Walk into an early elementary school classroom and you are likely to see lots of manipulatives. From Popsicle sticks to Cuisenaire rods we have a strong intuitive sense that these objects should help children learn mathematics.
Not so fast, says Sara Fulmer over at The Learning Scientist;
Although manipulatives can increase students’ attention, this attention may not benefit their learning. In fact, the very aspect of manipulatives that capture students’ attention—bright colors, visual appeal, realistic features—may be their downfall. Manipulatives that are more visually interesting or realistic can increase off-task behavior, such as building or sorting (1). This is especially true if students interact with that object in other contexts, such as during play time or outside of the classroom.
Students who learn with manipulatives can become too reliant on the object and context, and as a result, have difficulty transferring their knowledge to new contexts, different testing formats, or to abstract representations (e.g., algebraic expressions) of the problem
Getting children to apply what they learn in one class to another is a difficult task. The teachers I worked with called this “Johnny in a box”. So often what they “learned” in one class they were unable to apply in another. I tried a practical approach to teaching Excel to a class of eighth grade students by applying Excel to problems in their math book.

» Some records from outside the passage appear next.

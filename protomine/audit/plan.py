"""The labelling plan: which objects to label next, and a sheet to fill in.

Allocation across clusters (Neyman allocation, Cochran 1977, Sampling Techniques, 3rd ed., sec. 5.5): the
overall purity is a stratified estimate with cluster weights W_h = N_h / N, whose variance is
sum_h W_h^2 S_h^2 / n_h.  Labels go one at a time to the cluster whose variance term drops most,
W_h^2 S_h^2 (1/n_h - 1/(n_h + 1)), which from zero labels reproduces Cochran's n_h = n W_h S_h / sum W S
up to rounding, and with labels already in hand spends only the new ones.  S_h = sqrt(p (1 - p)) with
p = (k + 1) / (n + 2) from the cluster's current labels (k of n agree; never 0, so a clean cluster with
3 labels still gets some), 0.5 for a cluster without labels.  A cluster without labels is served first
(its purity is unknown, not merely uncertain), and no cluster gets more labels than it has unlabelled members.

Within a cluster: a share ``random_share`` of its new labels (rounded up) is a simple random sample of its
unlabelled members, the rest are the members the library is least sure of, by
    u = (1 - score) / 2 + min(1, d / d_2) / 2
(far from the prototype: a low calibrated score; close to a second cluster: distance to the prototype
near the distance to the second-best one).  Members chosen for being unsure disagree with their cluster
more often than a random member, so they can only pull the purity estimate down (pessimistic, never
optimistic); the random share keeps the estimate close to the unbiased one and still finds what only
random sampling finds.  The sheet says which way each row was chosen (``pick``).

Sheet (``labelling_sheet.csv``): object, capture, frame, bbox ("u0 v0 u1 v1", pixels, inclusive-exclusive,
in that frame), cluster, cluster_name, pick, label (empty: to fill in).  The filled-in file is read by
``protomine audit LIBRARY TRUTH.csv`` as it is (extra columns are ignored).  Picture sheet (``labelling_sheet.png``): each
chosen object's crop with its id, grouped by cluster.
"""
from __future__ import annotations

import csv
import io
import math
from dataclasses import dataclass
from pathlib import Path

import numpy as np

from ..atomic import write_bytes, write_text

__all__ = ["neyman_allocation", "member_uncertainty", "choose_objects", "PlanRow", "plan_rows", "write_sheet",
           "SHEET_COLUMNS"]

SHEET_COLUMNS = ("object", "capture", "frame", "bbox", "cluster", "cluster_name", "pick", "label")


def neyman_allocation(n_new: int, sizes, sd, *, have=None, room=None) -> np.ndarray:
    """New labels per cluster (H,) int: Neyman allocation of ``n_new`` labels given ``have`` already.

    sizes (H,): cluster sizes N_h.  sd (H,): S_h (> 0).  have (H,): labels already held (default 0).
    room (H,): most new labels a cluster can take (default: sizes - have).  A cluster with no label at all
    is served first (largest first).  Fewer than ``n_new`` are returned only when every cluster is full.
    """
    N = np.asarray(sizes, dtype=np.float64)
    S = np.asarray(sd, dtype=np.float64)
    have = np.zeros(N.shape, np.int64) if have is None else np.asarray(have, dtype=np.int64)
    room = (N.astype(np.int64) - have) if room is None else np.asarray(room, dtype=np.int64)
    if N.ndim != 1 or S.shape != N.shape or have.shape != N.shape or room.shape != N.shape:
        raise ValueError(f"sizes, sd, have and room must be (H,), got {N.shape}, {S.shape}, {have.shape}, {room.shape}")
    if n_new < 0 or np.any(S <= 0) or np.any(N <= 0) or np.any(have < 0) or np.any(room < 0):
        raise ValueError("need n_new >= 0, sizes > 0, sd > 0, have >= 0 and room >= 0")
    W2S2 = (N / N.sum()) ** 2 * S ** 2
    n = have.copy()
    new = np.zeros_like(n)
    for _ in range(int(n_new)):
        open_ = new < room
        if not open_.any():
            break
        unknown = np.flatnonzero(open_ & (n == 0))
        if unknown.size:                        # unknown purity first, the largest cluster first
            h = int(unknown[np.argmax(N[unknown])])
        else:                                   # else the largest drop of W^2 S^2 / n (ties: lower index)
            gain = np.where(open_, W2S2 / (n * (n + 1.0)), -1.0)
            h = int(np.argmax(gain))
        new[h] += 1
        n[h] += 1
    return new


def member_uncertainty(score, distance, second_distance) -> np.ndarray:
    """(N,) in [0, 1]: (1 - score) / 2 + min(1, d / d_2) / 2 (d_2 = inf or missing: no second cluster)."""
    score = np.asarray(score, dtype=np.float64)
    d = np.asarray(distance, dtype=np.float64)
    d2 = np.asarray(second_distance, dtype=np.float64)
    with np.errstate(divide="ignore", invalid="ignore"):
        ratio = np.where(np.isfinite(d2) & (d2 > 0), d / d2, 0.0)
    return 0.5 * (1.0 - np.clip(score, 0, 1)) + 0.5 * np.clip(np.nan_to_num(ratio), 0, 1)


def choose_objects(cluster, uncertainty, labelled, n_new: int, rng: np.random.Generator, *,
                   random_share: float = 0.5, agree=None) -> tuple[np.ndarray, np.ndarray]:
    """Indices of the objects to label next and how each was chosen.

    cluster (N,) int (< 0 = unassigned, never chosen); uncertainty (N,); labelled (N,) bool: already has a
    label; agree (N,) bool: the label agrees with its cluster's majority (only read where labelled).
    Returns (indices (M,), random (M,) bool), grouped by cluster in ascending cluster order, random picks
    first within a cluster.
    """
    cluster = np.asarray(cluster, dtype=np.int64)
    u = np.asarray(uncertainty, dtype=np.float64)
    labelled = np.asarray(labelled, dtype=bool)
    agree = np.ones_like(labelled) if agree is None else np.asarray(agree, dtype=bool)
    if not (cluster.shape == u.shape == labelled.shape == agree.shape) or cluster.ndim != 1:
        raise ValueError(f"cluster, uncertainty, labelled and agree must be (N,), got {cluster.shape}, {u.shape}, "
                         f"{labelled.shape}, {agree.shape}")
    if not 0 <= random_share <= 1:
        raise ValueError(f"random_share must be in [0, 1], got {random_share}")
    ids = np.unique(cluster[cluster >= 0])
    if ids.size == 0 or n_new <= 0:
        return np.zeros(0, np.int64), np.zeros(0, bool)
    sizes = np.array([np.sum(cluster == c) for c in ids])
    have = np.array([np.sum(labelled & (cluster == c)) for c in ids])
    k = np.array([np.sum(labelled & agree & (cluster == c)) for c in ids])
    p = (k + 1.0) / (have + 2.0)
    sd = np.where(have > 0, np.sqrt(p * (1 - p)), 0.5)
    alloc = neyman_allocation(n_new, sizes, sd, have=have)
    picks, is_random = [], []
    for c, m in zip(ids.tolist(), alloc.tolist()):
        if m == 0:
            continue
        pool = np.flatnonzero((cluster == c) & ~labelled)
        n_rand = min(int(math.ceil(random_share * m)), pool.size)
        rand = rng.choice(pool, size=n_rand, replace=False) if n_rand else np.zeros(0, np.int64)
        rest = np.setdiff1d(pool, rand)
        unsure = rest[np.argsort(-u[rest], kind="stable")][:m - n_rand]
        picks += [np.sort(rand), unsure]
        is_random += [np.ones(n_rand, bool), np.zeros(unsure.size, bool)]
    return np.concatenate(picks).astype(np.int64), np.concatenate(is_random)


@dataclass
class PlanRow:
    """One line of the sheet.  bbox: [u0, v0, u1, v1) in ``frame`` (None when the store has no view)."""
    object: str
    capture: str
    frame: str
    bbox: list[int] | None
    cluster: int
    cluster_name: str
    pick: str


def plan_rows(store, object_ids, cluster, random, names: dict[int, str]) -> list[PlanRow]:
    """Sheet rows for the chosen objects: each object's best view (most pixels among the frames that have a
    crop, else among all its frames) gives the frame and box."""
    v = store.views
    crop_frames: dict[int, set] = {}
    for o, f in zip(np.asarray(store.crop_object).tolist(), np.asarray(store.crop_frame).tolist()):
        crop_frames.setdefault(int(o), set()).add(str(f))
    rows = []
    for oid, c, r in zip(object_ids, np.asarray(cluster).tolist(), np.asarray(random).tolist()):
        i = store.index_of(str(oid))
        mine = np.flatnonzero(np.asarray(v["object"]) == i)
        with_crop = [j for j in mine.tolist() if str(v["frame"][j]) in crop_frames.get(i, set())]
        cand = np.array(with_crop or mine.tolist(), dtype=np.int64)
        if cand.size:
            j = int(cand[np.argmax(np.asarray(v["n_pixels"])[cand])])
            frame, bbox = str(v["frame"][j]), [int(x) for x in np.asarray(v["bbox"])[j]]
        else:
            frame, bbox = "", None
        rows.append(PlanRow(str(oid), str(store.objects["capture"][i]), frame, bbox, int(c),
                            names.get(int(c), f"cluster {int(c)}"), "random" if r else "unsure"))
    return rows


def write_sheet(out_dir: str | Path, rows: list[PlanRow], crops) -> dict[str, Path]:
    """labelling_sheet.csv and labelling_sheet.png in ``out_dir``; crops: object id -> [(S, S, 3) uint8]."""
    out_dir = Path(out_dir)
    out_dir.mkdir(parents=True, exist_ok=True)
    buf = io.StringIO()
    w = csv.writer(buf, lineterminator="\n")
    w.writerow(SHEET_COLUMNS)
    for r in rows:
        w.writerow([r.object, r.capture, r.frame, "" if r.bbox is None else " ".join(str(x) for x in r.bbox),
                    r.cluster, r.cluster_name, r.pick, ""])
    write_text(out_dir / "labelling_sheet.csv", buf.getvalue())
    write_bytes(out_dir / "labelling_sheet.png", _sheet_png(rows, crops))
    return {"labelling_sheet.csv": out_dir / "labelling_sheet.csv", "labelling_sheet.png": out_dir / "labelling_sheet.png"}


def _sheet_png(rows: list[PlanRow], crops, size: int = 96, cols: int = 8) -> bytes:
    """Crops grouped by cluster: a heading per cluster, then its objects with their ids underneath."""
    from PIL import Image, ImageDraw
    from ..drawing import cluster_colour, font as bundled_font
    from .report import PALETTE
    font, small = bundled_font(13), bundled_font(11)
    groups: dict[int, list[PlanRow]] = {}
    for r in rows:
        groups.setdefault(r.cluster, []).append(r)
    pad, head, cap = 8, 24, 30
    width = pad + cols * (size + pad)
    height = pad + sum(head + math.ceil(len(g) / cols) * (size + cap + pad) for g in groups.values()) if groups else 60
    rgb = lambda h: tuple(int(h[i:i + 2], 16) for i in (1, 3, 5))  # noqa: E731
    sheet = Image.new("RGB", (width, max(height, 60)), rgb(PALETTE["paper"]))
    draw = ImageDraw.Draw(sheet)
    if not groups:
        draw.text((pad, pad), "nothing to label: every clustered object already has a label", fill=rgb(PALETTE["ink"]), font=font)
    y = pad
    for c, g in groups.items():
        draw.rectangle([pad, y + 4, pad + 12, y + 16], fill=cluster_colour(c))
        draw.text((pad + 18, y + 2), f"cluster {c}  {g[0].cluster_name}  ({len(g)} to label)", fill=rgb(PALETTE["ink"]), font=font)
        y += head
        for i, r in enumerate(g):
            x0, y0 = pad + (i % cols) * (size + pad), y + (i // cols) * (size + cap + pad)
            thumbs = crops(r.object) if crops is not None else []
            if thumbs:
                img = Image.fromarray(np.asarray(thumbs[0], dtype=np.uint8)).convert("RGB")
                img = img.resize((size, size), Image.NEAREST) if img.width < size else img
                img.thumbnail((size, size))
                sheet.paste(img, (x0 + (size - img.width) // 2, y0 + (size - img.height) // 2))
            else:
                draw.rectangle([x0, y0, x0 + size - 1, y0 + size - 1], fill=rgb(PALETTE["rule"]))
            draw.rectangle([x0 - 1, y0 - 1, x0 + size, y0 + size], outline=cluster_colour(c), width=2)
            draw.text((x0, y0 + size + 3), _fit(draw, r.object, small, size), fill=rgb(PALETTE["ink"]), font=small)
            draw.text((x0, y0 + size + 16), r.pick, fill=rgb(PALETTE["muted"]), font=small)
        y += math.ceil(len(g) / cols) * (size + cap + pad)
    out = io.BytesIO()
    sheet.save(out, format="PNG")
    return out.getvalue()


def _fit(draw, text: str, font, width: int) -> str:
    """``text`` shortened from the left with an ellipsis until it fits ``width`` pixels."""
    if draw.textlength(text, font=font) <= width:
        return text
    while len(text) > 1 and draw.textlength("…" + text, font=font) > width:
        text = text[1:]
    return "…" + text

I found I had to reteach math concepts that their math teacher claimed they already knew.
The technical name for this is transfer, there is a good Wikipedia article on the topic
https://en.wikipedia.org/wiki/Transfer_of_learning
It remains a very controversial topic in educational psychology
I think transfer is essential to developing critical thinkers. That is why I loved teaching computer. Many projects centered around students using technology to solve real world problems or projects that extended what they were learning in other classes.